Stored items
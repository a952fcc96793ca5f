package series

import (
	"errors"
	"fmt"
	"strings"
	"testing"
	"time"
)

// isoCSV writes a two-column CSV whose dates are the given calendar days.
func isoCSV(days []string) string {
	var b strings.Builder
	b.WriteString("date,y\n")
	for i, d := range days {
		fmt.Fprintf(&b, "%s,%d\n", d, i)
	}
	return b.String()
}

// calendar lists n days starting at y-m-d, stepping months at a time;
// last moves each day to the end of its month.
func calendar(y, m, d, n, months int, last bool) []string {
	out := make([]string, n)
	for i := range out {
		t := time.Date(y, time.Month(m)+time.Month(i*months), 1, 0, 0, 0, 0, time.UTC)
		if last {
			t = t.AddDate(0, 1, -1)
		} else {
			t = t.AddDate(0, 0, d-1)
		}
		out[i] = t.Format("2006-01-02")
	}
	return out
}

// TestInferFreq: calendar dates are read as the periods they date,
// from the spacing and the day each date names (issue 14, item 1).
func TestInferFreq(t *testing.T) {
	business := []string{"2020-03-02", "2020-03-03", "2020-03-04", "2020-03-05", "2020-03-06", "2020-03-09"}
	weekly := calendar(2020, 1, 6, 1, 1, false)
	for i := 1; i < 10; i++ {
		d, _ := time.Parse("2006-01-02", weekly[0])
		weekly = append(weekly, d.AddDate(0, 0, 7*i).Format("2006-01-02"))
	}
	cases := []struct {
		name        string
		days        []string
		freq        Freq
		first, last string
		basis       string
	}{
		{"first of quarter", calendar(1974, 1, 1, 56, 3, false), Quarterly, "1974Q1", "1987Q4", "on the first day of each quarter"},
		{"end of quarter", calendar(1974, 3, 0, 8, 3, true), Quarterly, "1974Q1", "1975Q4", "on the last day of each quarter"},
		{"first of month", calendar(1974, 1, 1, 30, 1, false), Monthly, "1974-01", "1976-06", "on the first day of each month"},
		{"end of month, leap February", calendar(1999, 11, 0, 6, 1, true), Monthly, "1999-11", "2000-04", "on the last day of each month"},
		{"mid-month", calendar(2001, 5, 15, 12, 1, false), Monthly, "2001-05", "2002-04", "on day 15 of each month"},
		{"mid-quarter", calendar(2001, 2, 15, 6, 3, false), Quarterly, "2001Q1", "2002Q2", "on day 15 of month 2 of each quarter"},
		{"first of year", calendar(1950, 1, 1, 20, 12, false), Annual, "1950", "1969", "on the first day of each year"},
		{"end of year", calendar(1950, 12, 0, 5, 12, true), Annual, "1950", "1954", "on the last day of each year"},
		{"mid-year", calendar(1950, 7, 1, 5, 12, false), Annual, "1950", "1954", "on day 1 of month 7 of each year"},
		{"business days", business, Daily, "2020-03-02", "2020-03-09", "read as days"},
		{"weekly", weekly, Daily, weekly[0], weekly[9], "read as days"},
		{"semiannual", calendar(1990, 1, 1, 6, 6, false), Daily, "1990-01-01", "1992-07-01", "read as days"},
		{"one date", []string{"1974-01-01"}, Daily, "1974-01-01", "1974-01-01", "a single calendar date"},
	}
	for _, c := range cases {
		f, err := ReadCSV(strings.NewReader(isoCSV(c.days)), "d.csv")
		if err != nil {
			t.Errorf("%s: %v", c.name, err)
			continue
		}
		if f.Freq != c.freq || f.Dates[0].String() != c.first || f.Dates[f.Len()-1].String() != c.last || !strings.Contains(f.FreqBasis, c.basis) {
			t.Errorf("%s: %v %s–%s (%s); want %v %s–%s (%s)", c.name, f.Freq, f.Dates[0], f.Dates[f.Len()-1], f.FreqBasis, c.freq, c.first, c.last, c.basis)
		}
		if f.Len() != len(c.days) {
			t.Errorf("%s: %d rows, want %d", c.name, f.Len(), len(c.days))
		}
	}
	// Dates written as periods say how.
	f, _ := ReadCSV(strings.NewReader("date,y\n1990Q1,1\n1990Q2,2\n"), "q.csv")
	if f.FreqBasis != "from the form of the dates, as 1990Q1" {
		t.Errorf("basis %q", f.FreqBasis)
	}
	// A sample window in the inferred frequency applies.
	f, _ = ReadCSV(strings.NewReader(isoCSV(calendar(1974, 1, 1, 56, 3, false))), "q.csv")
	w, err := ParseWindow("1975Q1..1975Q4")
	if err != nil {
		t.Fatal(err)
	}
	s, _ := f.Series("y")
	if s, err = w.Apply(s); err != nil || s.Len() != 4 || s.Values[0] != 4 {
		t.Errorf("window on inferred quarters: %v %v", s, err)
	}
}

// TestInferFreqGap: a skipped period of inferred quarterly data is an
// error naming the line and the missing quarter, and saying how to
// read the dates as days instead.
func TestInferFreqGap(t *testing.T) {
	days := calendar(1974, 1, 1, 8, 3, false)
	days = append(days[:3], days[4:]...) // 1974-10-01 left out
	_, err := ReadCSV(strings.NewReader(isoCSV(days)), "q.csv")
	var de *DataError
	if !errors.As(err, &de) || de.Line != 5 || !strings.Contains(err.Error(), "1974Q4 is missing") || !strings.Contains(err.Error(), "declare the frequency") {
		t.Errorf("got %v", err)
	}
}

// TestDeclaredFreq: a declared frequency reads calendar dates as the
// periods that contain them, whatever day they name; the dates must
// date one period each, with none skipped.
func TestDeclaredFreq(t *testing.T) {
	irregular := []string{"2001-02-14", "2001-05-16", "2001-08-15", "2001-11-13", "2002-02-14"}
	f, err := ReadCSVAs(strings.NewReader(isoCSV(irregular)), "q.csv", Quarterly)
	if err != nil || f.Freq != Quarterly || f.Dates[0].String() != "2001Q1" || f.Dates[4].String() != "2002Q1" || !strings.Contains(f.FreqBasis, "declared quarterly") {
		t.Errorf("irregular days declared quarterly: %v %v", f, err)
	}
	// Inferred as quarterly, but declared daily: kept as days.
	f, err = ReadCSVAs(strings.NewReader(isoCSV(calendar(1974, 1, 1, 8, 3, false))), "q.csv", Daily)
	if err != nil || f.Freq != Daily || f.Dates[1].String() != "1974-04-01" {
		t.Errorf("declared daily: %v %v", f, err)
	}
	bad := []struct {
		name, csv string
		freq      Freq
		line      int
		want      string
	}{
		{"two in a quarter", isoCSV([]string{"2001-01-15", "2001-03-15", "2001-05-15"}), Quarterly, 3, "2001-01-15 (line 2) and 2001-03-15 both fall in 2001Q1"},
		{"skipped month", isoCSV([]string{"2001-01-31", "2001-02-28", "2001-04-30"}), Monthly, 4, "2001-03 is missing"},
		{"periods of another frequency", "date,y\n2001-01,1\n2001-02,2\n", Quarterly, 0, "declared quarterly but the dates are monthly (2001-01 on line 2)"},
		{"no dates", "y\n1\n2\n", Monthly, 0, "declared monthly but the data have no date column"},
	}
	for _, c := range bad {
		_, err := ReadCSVAs(strings.NewReader(c.csv), "q.csv", c.freq)
		var de *DataError
		if !errors.As(err, &de) || de.Line != c.line || !strings.Contains(err.Error(), c.want) {
			t.Errorf("%s: got %v, want line %d and %q", c.name, err, c.line, c.want)
		}
	}
	if _, err := ParseFreq("fortnightly"); err == nil {
		t.Error("ParseFreq accepted fortnightly")
	}
	if f, err := ParseFreq(" Quarterly"); err != nil || f != Quarterly {
		t.Errorf("ParseFreq: %v %v", f, err)
	}
}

Assignment: Counting only lines that hold the string "first", give the number of such lines in the records. Write nothing else.

Written solution: 6